Ыныкей пробовал бежать за нартами, но куда ему! Быстро запыхался, отстал. Встал посреди улицы и что-то кричал вслед удаляющимся нартам, размахивая руками.

- Ты ему поверил? - осторожно спросил Тыгрынкээв, когда последние дома небольшого поселка остались позади. Отец промолчал.

- Кто такой Калилгу?

- Увидишь, когда доедем, - нехотя сказал отец и подхлестнул оленей. Тыгрынкээв задумался. До этого момента он ни разу не задавался вопросом, куда они едут - не до того ему было. Каждый день он жил предвкушением следующего урока и порой не мог дождаться момента, когда отец остановит оленей и скажет 'Здесь встанем'. Тогда Тыгрынкээв стелил шкуру, садился на неё, надевал на голову череп с загнутыми острыми рогами и погружался в мир духов.
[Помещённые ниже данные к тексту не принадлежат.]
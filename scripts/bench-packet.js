// `npm run bench` part: `limit-ledger packet` (signed PDF + workbook + limits exports) as a whole
// process, for studies of 50, 500 and 5,000 periods. Includes starting Node, loading the modules,
// opening the key (PBKDF2 with 600,000 iterations) and writing the files. Target: 500 periods
// within 1.5 s. The sizes are run in turn, round by round, with an empty node process among them:
// its row shows what Node's own start costs on this machine now. CPU seconds are of all threads.
import { mkdtempSync, rmSync, statSync } from 'node:fs';
import { tmpdir } from 'node:os';
import { dirname, join } from 'node:path';
import { fileURLToPath, pathToFileURL } from 'node:url';
import { processSecondsInTurn } from './bench-process.js';

const root = join(dirname(fileURLToPath(import.meta.url)), '..');
const load = (file) => import(pathToFileURL(join(root, 'dist', file)).href);
const cli = join(root, 'bin', 'limit-ledger.js');
const sizes = [50, 500, 5000];

export async function benchPacket() {
  const { newStudy } = await load('shared-core/study/new-study.js');
  const { saveStudyFile } = await load('src-main/services/study-file.js');
  const { addSignOff } = await load('src-main/services/signing/sign-off.js');
  const { createPersonalIdentity, personalKeyFileText } = await load(
    'src-main/services/signing/personal-certificate.js',
  );
  const { writeOwnerOnly } = await load('src-main/services/signing/key-file.js');
  const work = mkdtempSync(join(tmpdir(), 'limit-ledger-bench-packet-'));
  try {
    const passphrase = 'bench passphrase, not a secret';
    const identity = await createPersonalIdentity({ name: 'Bench Signer (invented)' });
    const keyPath = join(work, 'bench.key');
    await writeOwnerOnly(keyPath, await personalKeyFileText(identity, passphrase));
    const env = { ...process.env, LL_BENCH_PASS: passphrase };
    const commands = [['-e', '']];
    for (const periods of sizes) {
      // Invented counts: a benchmark load, not data.
      const observations = Array.from({ length: periods }, (_, i) => ({
        label: `P${i + 1}`,
        row: i + 2,
        count: (i * 7 + 3) % 13,
        units: 40 + (i % 3) * 10,
      }));
      const study = newStudy({
        id: `bench-${periods}`,
        identity: {
          part: 'Invented bench part',
          processStep: 'bench',
          characteristic: 'flaws',
          inspectionUnit: 'one unit',
          owner: 'bench',
          demo: true,
        },
        source: { file: 'bench.csv', sha256: '0'.repeat(64), importSettings: {}, importReport: {} },
        observations,
        method: { limits: 'sigma', multiplier: 3, alpha: 0.0027, rules: ['beyond'] },
        who: 'bench',
        now: '2026-12-01T10:00:00.000+00:00',
      });
      const signed = addSignOff(study, identity, {
        printedName: 'Bench Signer',
        role: 'bench',
        meaning: 'prepared',
        now: '2026-12-01T10:00:01.000+00:00',
      });
      if (!signed.ok) throw new Error(JSON.stringify(signed.findings));
      const studyPath = join(work, `bench-${periods}.ledger`);
      const saved = await saveStudyFile(studyPath, signed.value.study);
      if (!saved.ok) throw new Error(JSON.stringify(saved.findings));
      commands.push([
        cli,
        'packet',
        studyPath,
        '--pdf',
        join(work, `bench-${periods}.pdf`),
        '--xlsx',
        join(work, `bench-${periods}.xlsx`),
        '--p12',
        keyPath,
        '--passphrase-env',
        'LL_BENCH_PASS',
      ]);
    }
    const [empty, ...packets] = processSecondsInTurn(commands, env);
    const base = packets[0].wall;
    return [
      { name: 'node, empty process', seconds: empty.wall, 'CPU seconds': empty.cpu, 'PDF KiB': 0 },
      ...packets.map((best, i) => ({
        name: `packet, ${sizes[i].toLocaleString('en-US')} periods`,
        seconds: best.wall,
        'CPU seconds': best.cpu,
        'PDF KiB': Math.round(statSync(join(work, `bench-${sizes[i]}.pdf`)).size / 1024),
      })),
    ].map((row) => ({ ...row, 'relative to 50 periods': row.seconds / base }));
  } finally {
    rmSync(work, { recursive: true, force: true });
  }
}

if (import.meta.url === pathToFileURL(process.argv[1] ?? '').href) {
  console.table(await benchPacket());
}
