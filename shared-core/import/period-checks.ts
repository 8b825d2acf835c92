import type { Observation } from '../study/analysis-types.js';
import type { ImportWarning } from './import-report.js';

/** Labels that name more than one period: such periods are referred to by `#ROW`. */
export function duplicateLabelWarnings(periods: Observation[], column: string): ImportWarning[] {
  const rowsByLabel = new Map<string, number[]>();
  for (const period of periods)
    rowsByLabel.set(period.label, [...(rowsByLabel.get(period.label) ?? []), period.row]);
  return [...rowsByLabel]
    .filter(([, rows]) => rows.length > 1)
    .map(([label, rows]) => ({
      code: 'duplicate-label',
      row: rows[1],
      column,
      message: `the label "${label}" names ${rows.length} periods (rows ${rows.join(', ')}); refer to them as ${rows.map((row) => `#${row}`).join(', ')}`,
    }));
}

/** Rows whose date is earlier than the row above them (they are put in date order). */
export function dateOrderWarnings(periods: Observation[], column: string): ImportWarning[] {
  const warnings: ImportWarning[] = [];
  for (let i = 1; i < periods.length; i++) {
    const [previous, current] = [periods[i - 1], periods[i]];
    if (current.date !== undefined && previous.date !== undefined && current.date < previous.date) {
      warnings.push({
        code: 'date-order',
        row: current.row,
        column,
        message: `${current.date} comes after ${previous.date} (row ${previous.row}); the periods are analysed in date order`,
      });
    }
  }
  return warnings;
}

const dayMs = 86_400_000;
const dayNumber = (date: string) => Math.round(Date.parse(`${date.slice(0, 10)}T00:00:00Z`) / dayMs);
const weekday = (day: number) => (((day + 4) % 7) + 7) % 7; // day 0 (1970-01-01) was a Thursday

function mode(values: number[]): number | undefined {
  const counts = new Map<number, number>();
  for (const value of values) counts.set(value, (counts.get(value) ?? 0) + 1);
  let best: number | undefined;
  for (const [value, count] of counts) if (best === undefined || count > counts.get(best)!) best = value;
  return best;
}

/**
 * Missing periods in a dated series: a step longer than the usual step between consecutive dates.
 * A daily series that never falls on a Saturday or Sunday is taken as working days (a weekend is
 * no gap); a series on the same day of each month is taken as monthly.
 */
export function dateGapWarnings(periods: Observation[], column: string): ImportWarning[] {
  const dated = periods.filter((period) => period.date !== undefined);
  if (dated.length < 3) return [];
  const days = dated.map((period) => dayNumber(period.date!));
  const monthly = new Set(dated.map((period) => period.date!.slice(8, 10))).size === 1;
  const positions = monthly
    ? dated.map((period) => Number(period.date!.slice(0, 4)) * 12 + Number(period.date!.slice(5, 7)))
    : days;
  const workingDays = days.every((day) => weekday(day) !== 0 && weekday(day) !== 6);
  const steps: number[] = [];
  for (let i = 1; i < dated.length; i++) steps.push(positions[i] - positions[i - 1]);
  const usual = mode(steps.filter((step) => step > 0));
  if (usual === undefined) return [];
  const warnings: ImportWarning[] = [];
  for (let i = 1; i < dated.length; i++) {
    const step = steps[i - 1];
    if (step <= usual) continue;
    if (!monthly && usual === 1 && workingDays) {
      let working = 0;
      for (let day = days[i - 1] + 1; day < days[i]; day++)
        if (weekday(day) !== 0 && weekday(day) !== 6) working++;
      if (working === 0) continue;
    }
    const unit = monthly ? 'month' : 'day';
    warnings.push({
      code: 'date-gap',
      row: dated[i].row,
      column,
      message: `no period between ${dated[i - 1].date} (row ${dated[i - 1].row}) and ${dated[i].date}: a gap of ${step} ${unit}s where the usual step is ${usual} ${unit}${usual === 1 ? '' : 's'}`,
    });
  }
  return warnings;
}
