#!/usr/bin/env node
// `npm start` (after `npm run build`): the desktop app in Electron, downloading its runtime on first
// use; where it cannot be had, one line saying why, and the same app through the loopback browser host.
import { spawn, spawnSync } from 'node:child_process';
import { existsSync, readFileSync } from 'node:fs';
import { createRequire } from 'node:module';
import { dirname, join } from 'node:path';
import { fileURLToPath, pathToFileURL } from 'node:url';

const root = join(dirname(fileURLToPath(import.meta.url)), '..');
const args = process.argv.slice(2);

/**
 * The Electron executable, or why there is none. This reads the package's own record instead of
 * calling require('electron'), which would try to download the runtime (it cannot, offline).
 */
function electronRuntime() {
  let packageDir;
  try {
    packageDir = dirname(createRequire(import.meta.url).resolve('electron/package.json'));
  } catch {
    return { missing: 'the electron package is not installed' };
  }
  const override = process.env.ELECTRON_OVERRIDE_DIST_PATH;
  const pathFile = join(packageDir, 'path.txt');
  const relative = existsSync(pathFile) ? readFileSync(pathFile, 'utf8').trim() : null;
  if (override) {
    const executable = join(override, relative ?? 'electron');
    return existsSync(executable)
      ? { executable }
      : { missing: `ELECTRON_OVERRIDE_DIST_PATH has no ${relative ?? 'electron'}` };
  }
  if (relative === null) return { missing: 'the Electron runtime was never downloaded' };
  const executable = join(packageDir, 'dist', relative);
  return existsSync(executable) ? { executable } : { missing: 'the Electron runtime files are incomplete' };
}

function noDisplay() {
  return process.platform === 'linux' && !process.env.DISPLAY && !process.env.WAYLAND_DISPLAY;
}

/**
 * On first start the Electron runtime is not there yet (electron 45 downloads nothing at install):
 * fetch it with the package's own installer, quietly, and report only whether that worked.
 */
function downloadRuntime() {
  let installer;
  try {
    installer = join(dirname(createRequire(import.meta.url).resolve('electron/package.json')), 'install.js');
  } catch {
    return false;
  }
  if (!existsSync(installer)) return false;
  process.stderr.write('Limit Ledger: first start: downloading the Electron runtime…\n');
  const result = spawnSync(process.execPath, [installer], { stdio: 'ignore', timeout: 10 * 60 * 1000 });
  return result.status === 0;
}

let runtime = electronRuntime();
if (runtime.missing && !process.env.ELECTRON_OVERRIDE_DIST_PATH && downloadRuntime())
  runtime = electronRuntime();
if (runtime.executable && !noDisplay()) {
  const child = spawn(runtime.executable, [root, ...args], { stdio: 'inherit' });
  child.on('exit', (code, signal) => {
    if (signal) process.kill(process.pid, signal);
    else process.exitCode = code ?? 0;
  });
  for (const signal of ['SIGINT', 'SIGTERM']) process.on(signal, () => child.kill(signal));
} else {
  const why = runtime.executable
    ? 'there is no display for a desktop window'
    : `${runtime.missing}, and it cannot be downloaded here`;
  process.stderr.write(
    `Limit Ledger: the Electron runtime cannot start (${why}); opening the app in your browser instead.\n`,
  );
  const cli = await import(pathToFileURL(join(root, 'dist', 'src-main', 'cli', 'main.js')).href).catch(
    () => null,
  );
  if (cli === null) {
    process.stderr.write('Limit Ledger: the program is not built yet; run `npm run build` first\n');
    process.exitCode = 1;
  } else {
    process.exitCode = await cli.main(['serve', ...args]);
  }
}
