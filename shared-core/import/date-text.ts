import type { Cell } from './decoded-table.js';

export type DateOrder = 'dmy' | 'mdy';

/** A date cell split into its parts; `first`/`second` are day and month in an order still to choose. */
export type DateParts =
  | { kind: 'iso'; year: number; month: number; day: number; time?: string }
  | { kind: 'numeric'; first: number; second: number; year: number; time?: string }
  | { kind: 'invalid'; message: string };

const iso = /^(\d{4})[-/](\d{1,2})[-/](\d{1,2})(?:[T ](\d{1,2}:\d{2}(?::\d{2})?))?$/;
const numeric = /^(\d{1,2})([/.-])(\d{1,2})\2(\d{2,4})(?:[T ](\d{1,2}:\d{2}(?::\d{2})?))?$/;

const pad = (value: number, width = 2) => String(value).padStart(width, '0');

/**
 * The parts of a date cell. Workbook dates arrive as Date objects holding the wall-clock value in
 * UTC (that is how the workbook reader builds them), text dates as ISO `2026-04-03` or as numeric
 * day and month with a four-digit year (`03/04/2026`, `3.4.2026`).
 */
export function dateParts(cell: Cell): DateParts {
  if (cell instanceof Date) {
    if (Number.isNaN(cell.getTime())) return { kind: 'invalid', message: 'is not a valid date' };
    const seconds = cell.getUTCHours() * 3600 + cell.getUTCMinutes() * 60 + cell.getUTCSeconds();
    const time =
      seconds === 0
        ? undefined
        : `${pad(cell.getUTCHours())}:${pad(cell.getUTCMinutes())}:${pad(cell.getUTCSeconds())}`;
    return {
      kind: 'iso',
      year: cell.getUTCFullYear(),
      month: cell.getUTCMonth() + 1,
      day: cell.getUTCDate(),
      time,
    };
  }
  if (typeof cell === 'number') {
    return {
      kind: 'invalid',
      message: 'is a number, not a date (format the cell as a date, or write it as yyyy-mm-dd)',
    };
  }
  if (typeof cell !== 'string') return { kind: 'invalid', message: 'is not a date' };
  const text = cell.trim();
  const isoMatch = iso.exec(text);
  if (isoMatch) {
    const [, year, month, day, time] = isoMatch;
    return {
      kind: 'iso',
      year: Number(year),
      month: Number(month),
      day: Number(day),
      time: normalTime(time),
    };
  }
  const numericMatch = numeric.exec(text);
  if (numericMatch) {
    const [, first, , second, year, time] = numericMatch;
    if (year.length !== 4)
      return { kind: 'invalid', message: 'has a two-digit year: write the year in full' };
    return {
      kind: 'numeric',
      first: Number(first),
      second: Number(second),
      year: Number(year),
      time: normalTime(time),
    };
  }
  return {
    kind: 'invalid',
    message: 'is not a date (write it as yyyy-mm-dd, or dd/mm/yyyy with --date-order)',
  };
}

function normalTime(time: string | undefined): string | undefined {
  if (time === undefined) return undefined;
  const [hours, minutes, seconds = '0'] = time.split(':');
  if (Number(hours) === 0 && Number(minutes) === 0 && Number(seconds) === 0) return undefined;
  return `${pad(Number(hours))}:${minutes}:${pad(Number(seconds))}`;
}

const monthLengths = [31, 28, 31, 30, 31, 30, 31, 31, 30, 31, 30, 31];

/** Gregorian calendar: February has 29 days in years divisible by 4, except centuries not divisible by 400. */
function daysInMonth(year: number, month: number): number {
  const leap = (year % 4 === 0 && year % 100 !== 0) || year % 400 === 0;
  return month === 2 && leap ? 29 : monthLengths[month - 1];
}

/** The ISO date (or date-time) of valid parts, or a message saying what is wrong. */
export function isoDate(
  year: number,
  month: number,
  day: number,
  time: string | undefined,
): { date: string } | { message: string } {
  if (month < 1 || month > 12) return { message: `has no month ${month}` };
  if (day < 1 || day > daysInMonth(year, month)) return { message: `has no day ${day} in that month` };
  if (time !== undefined) {
    const [hours, minutes, seconds] = time.split(':').map(Number);
    if (hours > 23 || minutes > 59 || seconds > 59) return { message: `has no time ${time}` };
  }
  const date = `${pad(year, 4)}-${pad(month)}-${pad(day)}`;
  return { date: time === undefined ? date : `${date}T${time}` };
}

/** The ISO date of parts under a date order (numeric parts need one). */
export function resolveDate(
  parts: DateParts,
  order: DateOrder | undefined,
): { date: string } | { message: string } {
  if (parts.kind === 'invalid') return { message: parts.message };
  if (parts.kind === 'iso') return isoDate(parts.year, parts.month, parts.day, parts.time);
  if (order === undefined) return { message: 'needs a date order (--date-order dmy or --date-order mdy)' };
  const [day, month] = order === 'dmy' ? [parts.first, parts.second] : [parts.second, parts.first];
  return isoDate(parts.year, month, day, parts.time);
}

export interface DateCellText {
  row: number;
  column: string;
  text: string;
  parts: DateParts;
}

export type DateOrderChoice =
  | { kind: 'chosen'; order: DateOrder | undefined; source: 'given' | 'detected' | 'none'; reason: string }
  | { kind: 'ambiguous'; example: DateCellText; message: string }
  | { kind: 'mixed'; dmy: DateCellText; mdy: DateCellText; message: string };

const monthNames = [
  'January',
  'February',
  'March',
  'April',
  'May',
  'June',
  'July',
  'August',
  'September',
  'October',
  'November',
  'December',
];

/**
 * The order of day and month in a column of numeric dates. A cell with a first part above 12 can
 * only be day-first, one with a second part above 12 only month-first; a column where every cell
 * reads both ways (03/04/2026) is asked, never guessed.
 */
export function chooseDateOrder(cells: DateCellText[], given: DateOrder | undefined): DateOrderChoice {
  if (given) return { kind: 'chosen', order: given, source: 'given', reason: 'stated by the user' };
  let dmy: DateCellText | undefined;
  let mdy: DateCellText | undefined;
  let ambiguous: DateCellText | undefined;
  for (const cell of cells) {
    const { parts } = cell;
    if (parts.kind !== 'numeric') continue;
    if (parts.first > 12 && parts.second <= 12) dmy ??= cell;
    else if (parts.second > 12 && parts.first <= 12) mdy ??= cell;
    else if (parts.first <= 12 && parts.second <= 12 && parts.first !== parts.second) ambiguous ??= cell;
  }
  if (dmy && mdy) {
    return {
      kind: 'mixed',
      dmy,
      mdy,
      message:
        `row ${dmy.row} ("${dmy.text}") is written day first and row ${mdy.row} ("${mdy.text}") month first: ` +
        'state the date order (--date-order dmy or --date-order mdy)',
    };
  }
  const where = (cell: DateCellText) => `row ${cell.row}, column "${cell.column}": "${cell.text}"`;
  if (dmy) return { kind: 'chosen', order: 'dmy', source: 'detected', reason: `day first in ${where(dmy)}` };
  if (mdy)
    return { kind: 'chosen', order: 'mdy', source: 'detected', reason: `month first in ${where(mdy)}` };
  if (ambiguous && ambiguous.parts.kind === 'numeric') {
    const { first, second } = ambiguous.parts;
    return {
      kind: 'ambiguous',
      example: ambiguous,
      message:
        `could be ${first} ${monthNames[second - 1]} or ${monthNames[first - 1]} ${second}: ` +
        'state the date order (--date-order dmy or --date-order mdy)',
    };
  }
  const anyNumeric = cells.some((cell) => cell.parts.kind === 'numeric');
  return anyNumeric
    ? {
        kind: 'chosen',
        order: 'dmy',
        source: 'detected',
        reason: 'day and month are equal in every numeric date',
      }
    : { kind: 'chosen', order: undefined, source: 'none', reason: 'no numeric dates' };
}
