// Timing whole node processes for `npm run bench`: wall and CPU seconds, commands taken in turn.
import { spawnSync } from 'node:child_process';
import { closeSync, openSync } from 'node:fs';
import { dirname, join, resolve } from 'node:path';
import { fileURLToPath } from 'node:url';

const root = resolve(dirname(fileURLToPath(import.meta.url)), '..');
// Five rounds: on a small shared machine the best of three still lands on a disturbed run now and then.
export const repeats = Number(process.env.LL_BENCH_REPEATS ?? 5);

/**
 * Waits a moment before a timed process: the one before it is still giving back its memory, and a
 * process started at once is slowed by that (it would make whichever command follows the heavier one
 * look slower).
 */
function settle(ms = 400) {
  Atomics.wait(new Int32Array(new SharedArrayBuffer(4)), 0, 0, ms);
}

/** Wall and CPU seconds of one whole node process (CPU of all its threads, from cpu-report.cjs). */
function processRun(args, env) {
  settle();
  const devNull = openSync('/dev/null', 'w');
  const start = process.hrtime.bigint();
  const child = spawnSync(process.execPath, ['-r', join(root, 'scripts/cpu-report.cjs'), ...args], {
    stdio: ['ignore', devNull, 'pipe'],
    maxBuffer: 1 << 26,
    ...(env ? { env } : {}),
  });
  const wall = Number(process.hrtime.bigint() - start) / 1e9;
  closeSync(devNull);
  if (child.status !== 0) throw new Error(`${args.join(' ')} failed: ${child.stderr}`);
  const reported = /cpu-seconds ([0-9.]+)/.exec(String(child.stderr));
  return { wall, cpu: reported ? Number(reported[1]) : Infinity };
}

/**
 * The best wall and CPU seconds of each command over a few rounds, the commands taken in turn in
 * each round: a machine whose speed drifts during the run then slows every command alike, rather
 * than whichever ran during a slow spell.
 */
export function processSecondsInTurn(commands, env) {
  const bests = commands.map(() => ({ wall: Infinity, cpu: Infinity }));
  for (let round = 0; round < repeats; round++) {
    commands.forEach((args, i) => {
      const run = processRun(args, env);
      bests[i].wall = Math.min(bests[i].wall, run.wall);
      bests[i].cpu = Math.min(bests[i].cpu, run.cpu);
    });
  }
  return bests;
}
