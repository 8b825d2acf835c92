import type { Finding } from '../result.js';
import type { Observation } from '../study/analysis-types.js';
import type { ColumnMapping } from './column-mapping.js';
import type { TableSource } from './decoded-table.js';
import type { DateOrder } from './date-text.js';
import type { DecimalMark } from './number-text.js';

/** A cell that kept its row out of the analysis: the `rejected` shape of the analyze contract. */
export interface Rejection {
  /** Set only when the cell is in a second table (the units table of an event list). */
  file?: string;
  row: number;
  column: string;
  /** The cell as written ('' for a blank cell). */
  value: string;
  message: string;
}

/** A cell read as something other than its literal text ("1,5" read as 1.5). */
export interface ChangedCell {
  row: number;
  column: string;
  from: string;
  to: string;
}

export interface ImportWarning {
  code: string;
  message: string;
  row?: number;
  column?: string;
}

/** How each setting was decided: stated by the user, detected from the cells, or a default. */
export interface ImportSettingsUsed {
  mapping: ColumnMapping;
  decimal: DecimalMark;
  decimalSource: 'given' | 'detected' | 'default';
  decimalReason: string;
  dateOrder?: DateOrder;
  dateOrderSource?: 'given' | 'detected' | 'none';
  dateOrderReason?: string;
  inspectionUnit?: string;
  format?: TableSource['format'];
  encoding?: string;
  encodingSource?: TableSource['encodingSource'];
  delimiter?: string;
  delimiterSource?: TableSource['delimiterSource'];
  sheet?: string;
  headerRow: number;
  /** For event lists: how events were grouped into periods. */
  events?: {
    period: string;
    time?: string;
    category?: string;
    shiftStarts?: string;
    unitsFrom?: string;
    unitsKey?: string;
  };
}

/**
 * Everything a reviewer needs to trust an import: what was read, what was kept, what was left out
 * and why, what was reinterpreted, and the fingerprint of the source. Nothing is dropped without a
 * line here: rowsRead = accepted + rejectedRows + noProduction.
 */
export interface ImportReport {
  file: string;
  /** The file and, for a workbook, the sheet, as messages name them (`h.xlsx, sheet "Line 4"`). */
  location: string;
  sha256: string | null;
  bytes: number | null;
  rowsRead: number;
  accepted: number;
  rejectedRows: number;
  noProduction: number;
  /** Entirely blank rows between data rows: not periods, listed so that nothing vanishes unseen. */
  blankRows: number[];
  rejected: Rejection[];
  changedCells: ChangedCell[];
  settings: ImportSettingsUsed;
  warnings: ImportWarning[];
  /** Event lists: how many periods the rows were grouped into. */
  periods?: number;
  /** Event lists: the rows of the units table, accounted for like the event rows. */
  unitsTable?: {
    file: string;
    rowsRead: number;
    accepted: number;
    rejectedRows: number;
    noProduction: number;
  };
  /** Event lists: nonconformities per category over the accepted periods, most frequent first. */
  categories?: { category: string; count: number }[];
}

export interface ImportOutcome {
  /** Accepted periods in period order (date order where dated, else file order). */
  observations: Observation[];
  rejected: Rejection[];
  /** Periods with 0 units and a blank or 0 count: kept on record, shown, not analysed. */
  noProduction: Observation[];
  report: ImportReport;
}

/** A rejection as a finding, for messages: a blank cell shows no empty quotes. */
export function rejectionFinding(file: string, rejection: Rejection): Finding {
  const { row, column, value, message } = rejection;
  const where = rejection.file ?? file;
  return value === '' ? { file: where, row, column, message } : { file: where, row, column, value, message };
}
Чаще всего волчица носила его в верхний мир - к духам давно умерших людей - к шаманам, тойонам и старейшинам славного прошлого народа чоучей. Там ему было хорошо. Он бы вообще не возвращался в мир людей, если бы не потребность к еде и сну - любой шаман знает, что нельзя ничего есть в иных мирах, как бы их обитатели не настаивали. И он, с сожалением, снимал с лица череп и ел приготовленную отцом пищу. Когда еда кончалась, они заезжали в какой-нибудь посёлок или стойбище, и Тыгрынкээв лечил там людей. Везде к ним сначала относились пренебрежительно, порой даже враждебно - даже в самом маленьком стойбище был как минимум один человек, именующий себя шаманом и не желающий никакой конкуренции. Некоторые из них действительно кое-что знали: чем болеют олени, чем - люди, какими травами что лечить. В таких поселках народ был поздоровее, но и отношение к пришельцам получше. Хуже всего Тыгрынкээва с отцом встречали там, где шаман был просто обманщиком. Тогда Тыгрынкээв надевал свой череп-маску, подходил к лже-шаману и вдыхал ему в рот ветер чужого мира. И, пока обманщик боролся с духами, порожденными его же больным разумом, Тыгрынкээв шел по стойбищу - или поселку - и делал своё дело. В таких местах работы ему хватало.